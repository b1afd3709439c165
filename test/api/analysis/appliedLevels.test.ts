// Treatments coded by level number (N0..N3) with the amount applied at each site: `analyze
// --data` keeps each trial's amounts, its trend is fitted on them (checked live against R lm on
// the trial's own amounts, estimate and SE 1e-8), the rate curves use them, and one warning says
// so in words. The one-stage trend over treatment means is then not compared.
import { mkdtempSync, rmSync, writeFileSync } from 'node:fs';
import { tmpdir } from 'node:os';
import { join } from 'node:path';
import { afterAll, describe, expect, it } from 'vitest';
import { runAnalysisFromSource } from '../../../src/api/analysis/fromSource.js';
import { mulberry32 } from '../../../src/engine/stats/random.js';
import { analysisSpecSchema } from '../../../src/spec/analysisSpec.js';
import { runR } from '../../support/rscript.js';

const dir = mkdtempSync(join(tmpdir(), 'manyfield-applied-'));
afterAll(() => rmSync(dir, { recursive: true, force: true }));

const AMOUNTS: Record<string, readonly number[]> = { S1: [0, 40, 80, 120], S2: [0, 50, 100, 150], S3: [0, 60, 120, 180], S4: [0, 40, 80, 120] };

function csv(withinTrialSlip = false): string {
  const u = mulberry32(77);
  const lines = ['env,block,trt,rate,y'];
  for (const [env, amounts] of Object.entries(AMOUNTS)) {
    for (let block = 1; block <= 4; block++) {
      amounts.forEach((rate, level) => {
        const written = withinTrialSlip && env === 'S2' && block === 3 && level === 2 ? 90 : rate;
        lines.push(`${env},${block},N${level},${written},${(5 + 3 * (1 - Math.exp(-0.012 * rate)) + 0.2 * block + 0.5 * u()).toFixed(6)}`);
      });
    }
  }
  return `${lines.join('\n')}\n`;
}

const spec = analysisSpecSchema.parse({
  trait: 'y',
  columns: { trial: 'env', block: 'block', treatment: 'trt', response: 'y', factors: { rate: 'rate' } },
  control: 'N0',
  contrasts: [{ name: 'rate_linear', trend: 'rate', degree: 1 }],
  oneStage: { lrt: false, profile: false },
  rateResponse: { factor: 'rate', model: 'quadratic', priceRatio: 0.005, bootstrap: 0 },
});

describe('treatments coded by level number with site-specific amounts', () => {
  it('fits each trial trend on the amounts applied there (R lm, 1e-8), warns once and does not compare the one-stage trend', async () => {
    const text = csv();
    writeFileSync(join(dir, 'levels.csv'), text);
    const report = await runAnalysisFromSource({ data: join(dir, 'levels.csv'), spec, save: false });
    const r = runR(String.raw`
d <- read.csv('data.csv', stringsAsFactors = FALSE)
for (e in sort(unique(d$env))) {
  de <- d[d$env == e, ]; info <- unique(de[, c('trt', 'rate')]); info <- info[order(info$trt), ]
  de$trt <- factor(de$trt, levels = info$trt)
  m <- lm(y ~ 0 + trt + factor(block), data = de, contrasts = list('factor(block)' = 'contr.sum'))
  x <- info$rate; cf <- (x - mean(x)) / sum((x - mean(x))^2)
  b <- coef(m)[paste0('trt', info$trt)]; V <- vcov(m)[paste0('trt', info$trt), paste0('trt', info$trt)]
  emit(paste0('est_', e), sum(cf * b)); emit(paste0('se_', e), sqrt(sum(cf * (V %*% cf))))
}`, { 'data.csv': text });
    for (const t of report.twoStage.trials) {
      const c = t.contrasts[0] as { estimate?: number; se?: number };
      expect(Math.abs((c.estimate as number) - r.values[`est_${t.trial}`]), t.trial).toBeLessThan(1e-8);
      expect(Math.abs((c.se as number) - r.values[`se_${t.trial}`]), t.trial).toBeLessThan(1e-8);
    }
    expect(report.twoStage.pooled[0].k).toBe(4);
    const amounts = report.warnings.filter((w) => w.startsWith('treatments were applied at different amounts'));
    expect(amounts).toHaveLength(1);
    expect(amounts[0]).toMatch(/in 2 trials \(e\.g\. N1 is rate 50 in S2 \(40 where first seen\)/);
    expect(report.agreement[0].agree).toBeNull();
    expect(report.agreement[0].note).toMatch(/^not compared: treatments were applied at different rate amounts/);
    // Rate curves use each site's amounts: S3's tested range runs to 180.
    const s3 = (report.rateResponse?.trials as readonly { trial: string; testedRange?: readonly number[]; rates?: readonly number[] }[] | undefined)?.find((t) => t.trial === 'S3');
    expect(JSON.stringify(s3)).toMatch(/180/);
    expect(report.rateResponse?.warnings.some((w) => w.startsWith('Some treatments were applied at different rate amounts'))).toBe(true);
  });

  it('still refuses a treatment with two amounts within one trial, naming the row', async () => {
    writeFileSync(join(dir, 'slip.csv'), csv(true));
    await expect(runAnalysisFromSource({ data: join(dir, 'slip.csv'), spec, save: false })).rejects.toThrow(/row 28, column "rate", value "90": treatment "N2" has rate "100" earlier in trial "S2": within a trial a treatment has one level/);
  });
});
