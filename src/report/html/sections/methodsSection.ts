// Methods, written from the spec and the settings the analysis recorded, with the published
// methods cited (authors, year, journal).
import type { CompactAnalysisReport } from '../../../api/analysis/report.js';
import { termDisplayName } from '../../text/termNames.js';
import { esc, table, type Section } from '../markup.js';
import { trialSummaries } from '../reportInput.js';

interface SpecShape {
  readonly transform?: string;
  readonly contrasts?: readonly { name: string; coefficients?: Record<string, number>; divisor?: number; factor?: string; levels?: unknown[]; trend?: string; degree?: number }[];
  readonly oneStage?: { random?: string[]; residual?: string; df?: string } | null;
  readonly twoStage?: { tau2?: string; interval?: string; prediction?: string } | null;
  readonly moderators?: string[];
  readonly rateResponse?: { factor: string; model: string; priceRatio: number; at?: Record<string, unknown>; profitableWithin?: number; bootstrap?: number; seed?: number; prices?: { input: number; crop: number; currency?: string } } | null;
}

export const REFERENCES: Record<string, string> = {
  reml: 'Patterson, H. D. & Thompson, R. (1971). Recovery of inter-block information when block sizes are unequal. Biometrika 58, 545–554.',
  ai: 'Gilmour, A. R., Thompson, R. & Cullis, B. R. (1995). Average information REML: an efficient algorithm for variance parameter estimation in linear mixed models. Biometrics 51, 1440–1450.',
  dl: 'DerSimonian, R. & Laird, N. (1986). Meta-analysis in clinical trials. Controlled Clinical Trials 7, 177–188.',
  pm: 'Paule, R. C. & Mandel, J. (1982). Consensus values and weighting factors. Journal of Research of the National Bureau of Standards 87, 377–385.',
  remlMeta: 'Viechtbauer, W. (2005). Bias and efficiency of meta-analytic variance estimators in the random-effects model. Journal of Educational and Behavioral Statistics 30, 261–293.',
  hksj: 'Hartung, J. & Knapp, G. (2001). On tests of the overall treatment effect in meta-analysis with normally distributed responses. Statistics in Medicine 20, 1771–1782; Sidik, K. & Jonkman, J. N. (2002). A simple confidence interval for meta-analysis. Statistics in Medicine 21, 3153–3159.',
  prediction: 'Higgins, J. P. T., Thompson, S. G. & Spiegelhalter, D. J. (2009). A re-evaluation of random-effects meta-analysis. Journal of the Royal Statistical Society A 172, 137–159.',
  bootstrapPrediction: 'Nagashima, K., Noma, H. & Furukawa, T. A. (2019). Prediction intervals for random-effects meta-analysis: a confidence distribution approach. Statistical Methods in Medical Research 28, 1689–1702.',
  i2: 'Higgins, J. P. T. & Thompson, S. G. (2002). Quantifying heterogeneity in a meta-analysis. Statistics in Medicine 21, 1539–1558.',
  qprofile: 'Viechtbauer, W. (2007). Confidence intervals for the amount of heterogeneity in meta-analysis. Statistics in Medicine 26, 37–52.',
  satterthwaite: 'Satterthwaite, F. E. (1946). An approximate distribution of estimates of variance components. Biometrics Bulletin 2, 110–114.',
  kr: 'Kenward, M. G. & Roger, J. H. (1997). Small sample inference for fixed effects from restricted maximum likelihood. Biometrics 53, 983–997.',
  eonr: 'Cerrato, M. E. & Blackmer, A. M. (1990). Comparison of models for describing corn yield response to nitrogen fertilizer. Agronomy Journal 82, 138–143.',
  twoStage: 'Piepho, H.-P., Möhring, J., Schulz-Streeck, T. & Ogutu, J. O. (2012). A stage-wise approach for the analysis of multi-environment trials. Biometrical Journal 54, 844–860.',
};

const TAU2_WORDS: Record<string, [string, string]> = {
  reml: ['restricted maximum likelihood (REML)', 'remlMeta'],
  ml: ['maximum likelihood', 'remlMeta'],
  dl: ['the DerSimonian–Laird moment estimator', 'dl'],
  pm: ['the Paule–Mandel estimator', 'pm'],
  fixed: ['none (a common-effect model, tau² fixed at 0)', 'dl'],
};

export function contrastDescription(c: NonNullable<SpecShape['contrasts']>[number]): string {
  if (c.coefficients) {
    const terms = Object.entries(c.coefficients).map(([t, v]) => `${v > 0 ? '+' : '−'}${Math.abs(v)}·${esc(t)}`).join(' ');
    return `coefficients ${terms}${c.divisor && c.divisor !== 1 ? `, divided by ${c.divisor}` : ''}`;
  }
  if (c.trend) return `orthogonal polynomial trend of degree ${c.degree ?? 1} over ${esc(c.trend)}, coefficients computed in each trial on the rates it tested (their actual spacing)`;
  if (c.factor) return `levels ${(c.levels ?? []).map((l) => esc(l)).join(' against ')} of ${esc(c.factor)}, averaged over the combinations tested at both levels in each trial`;
  return 'as defined in the spec';
}

export function methodsSection(a: CompactAnalysisReport, specIn: unknown): Section {
  const spec = (specIn ?? {}) as SpecShape;
  const cites = new Set<string>(['twoStage']);
  const p: string[] = [];
  const designs = [...new Set(trialSummaries(a).map((t) => t.entry.design))];
  p.push(
    `<h3>Each trial</h3><p>Each trial was analysed on its own with the linear model of its design (${designs.map(esc).join(', ')}): treatment effects plus the blocks, or rows and columns, of its layout, fitted by least squares with missing plots allowed. Adjusted treatment means, their covariance and each contrast come from that fit, with the trial's residual degrees of freedom. Transformation: <b>${esc(a.settings.transform)}</b>${a.settings.transform === 'none' ? ' (effects on the scale of measurement)' : ''}. Intervals are ${Math.round(a.settings.confidence * 100)}%.</p>`,
  );
  const rows = (spec.contrasts ?? []).map((c) => {
    const pooled = a.twoStage.pooled.find((x) => x.name === c.name);
    return [`<b>${esc(c.name)}</b>`, esc(pooled?.meaning ?? ''), contrastDescription(c), esc(a.contrastUnits[c.name] ?? '')];
  });
  p.push('<h3>Contrasts</h3>', table(['Contrast', 'What it measures', 'Definition', 'Unit'], rows));
  const ts = spec.twoStage;
  if (ts !== null) {
    const tau2 = TAU2_WORDS[(ts?.tau2 ?? 'reml').toLowerCase()] ?? TAU2_WORDS.reml;
    cites.add(tau2[1]);
    const hksj = (ts?.interval ?? 'hksj').toLowerCase() === 'hksj';
    if (hksj) cites.add('hksj');
    const boot = (ts?.prediction ?? 'bootstrap-tau2').toLowerCase() === 'bootstrap-tau2';
    cites.add(boot ? 'bootstrapPrediction' : 'prediction');
    cites.add('i2');
    cites.add('qprofile');
    p.push(
      `<h3>Pooling across site-years (two-stage)</h3><p>Each contrast's per-trial estimates were pooled in a random-effects model with inverse-variance weights. Between-trial variance tau² by ${tau2[0]}; the interval of the mean effect by ${hksj ? 'the Hartung–Knapp–Sidik–Jonkman method (t on k−1 df with the variance rescaled)' : 'the Wald normal approximation'}; tau²'s interval by the Q-profile method; heterogeneity by Cochran's Q, I² and H². The prediction interval for a new site and the chances of a positive and a profitable effect there come from ${boot ? 'a parametric bootstrap over the confidence distribution of tau² (Nagashima, Noma & Furukawa 2019)' : 'the plug-in t interval on k−2 df (Higgins, Thompson & Spiegelhalter 2009)'}. The break-even threshold is ${a.settings.threshold} ${esc(a.unit ?? '')}. Trials that could not estimate a contrast are left out of that contrast's pool and listed.${(spec.moderators ?? []).length ? ` Moderators (meta-regression and subgroups): ${(spec.moderators ?? []).map(esc).join(', ')}.` : ''} Sensitivity: leave-one-out, influence and cumulative pooling by year.</p>`,
    );
  }
  const os = spec.oneStage;
  if (os !== null && a.oneStage) {
    cites.add('reml');
    cites.add('ai');
    const df = (os?.df ?? 'satterthwaite').toLowerCase();
    cites.add(df === 'kenward-roger' ? 'kr' : 'satterthwaite');
    p.push(
      `<h3>One-stage mixed model</h3><p>All plots in one REML model (Patterson & Thompson 1971), fitted by average-information REML (Gilmour, Thompson & Cullis 1995): treatments as fixed effects; random terms ${(os?.random ?? ['trial', 'block', 'treatment-by-trial']).map((t) => esc(termDisplayName(t))).join(', ')}; residual variance ${os?.residual === 'per-trial' ? 'one per trial' : 'common to all trials'}; contrast degrees of freedom by ${df === 'kenward-roger' ? 'Kenward–Roger' : df === 'residual' ? 'the residual degrees of freedom' : 'Satterthwaite'}. Its contrasts are compared with the two-stage results as a check.</p>`,
    );
  }
  const rr = spec.rateResponse;
  if (rr && a.rateResponse) {
    cites.add('eonr');
    p.push(
      `<h3>Response to rate</h3><p>Each trial's yield was fitted against the rate of ${esc(rr.factor)}${rr.at ? ` at ${Object.entries(rr.at).map(([k, v]) => `${esc(k)} = ${esc(v)}`).join(', ')}` : ''} with the ${esc(rr.model)} model${rr.model === 'best' ? ' chosen per trial by AICc' : ''}. The pooled curve is the mean of the trials' own curves (each trial counts once) over the rates tested in every trial. Economic optimum rate: where the extra yield per unit of input equals the price ratio ${rr.priceRatio} (${esc(a.rateResponse.yieldUnit ?? 'yield units')} per ${esc(a.rateResponse.rateUnit ?? 'rate unit')}: input price over crop price)${rr.prices ? `; prices ${rr.prices.input} per ${esc(a.rateResponse.rateUnit ?? '')} and ${rr.prices.crop} per ${esc(a.rateResponse.yieldUnit ?? '')}${rr.prices.currency ? ` ${esc(rr.prices.currency)}` : ''}` : ''}. Its interval: ${esc(a.rateResponse.pooled.method)}${rr.bootstrap ? ` (${rr.bootstrap} bootstrap replicates over trials, seed ${rr.seed ?? '-'})` : ''}. Near-best rates: those whose mean net return is within ${rr.profitableWithin ?? 0} ${esc(a.rateResponse.yieldUnit ?? '')} of the best. Price sensitivity: the optimum at multiples of the price ratio.</p><ul class="forms">${a.rateResponse.curveForms.map((f) => `<li>${esc(f)}</li>`).join('')}</ul>`,
    );
  }
  p.push('<h3>Methods cited</h3>', `<ol class="refs">${[...cites].map((c) => `<li>${esc(REFERENCES[c])}</li>`).join('')}</ol>`);
  return { id: 'methods', title: 'Methods', html: p.join('\n'), newPage: true };
}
=======
§ **PROBLEM TO SOLVE**:
Copy the lines above exactly, beginning at the line that has "it('fits each trial" and stopping after the line that has "expect(Math.abs((c.estimate as number)", and omit the rest.

§ **EXPECTED OUTPUT**:
  it('fits each trial trend on the amounts applied there (R lm, 1e-8), warns once and does not compare the one-stage trend', async () => {
    const text = csv();
    writeFileSync(join(dir, 'levels.csv'), text);
    const report = await runAnalysisFromSource({ data: join(dir, 'levels.csv'), spec, save: false });
    const r = runR(String.raw`
d <- read.csv('data.csv', stringsAsFactors = FALSE)
for (e in sort(unique(d$env))) {
  de <- d[d$env == e, ]; info <- unique(de[, c('trt', 'rate')]); info <- info[order(info$trt), ]
  de$trt <- factor(de$trt, levels = info$trt)
  m <- lm(y ~ 0 + trt + factor(block), data = de, contrasts = list('factor(block)' = 'contr.sum'))
  x <- info$rate; cf <- (x - mean(x)) / sum((x - mean(x))^2)
  b <- coef(m)[paste0('trt', info$trt)]; V <- vcov(m)[paste0('trt', info$trt), paste0('trt', info$trt)]
  emit(paste0('est_', e), sum(cf * b)); emit(paste0('se_', e), sqrt(sum(cf * (V %*% cf))))
}`, { 'data.csv': text });
    for (const t of report.twoStage.trials) {
      const c = t.contrasts[0] as { estimate?: number; se?: number };
      expect(Math.abs((c.estimate as number) - r.values[`est_${t.trial}`]), t.trial).toBeLessThan(1e-8);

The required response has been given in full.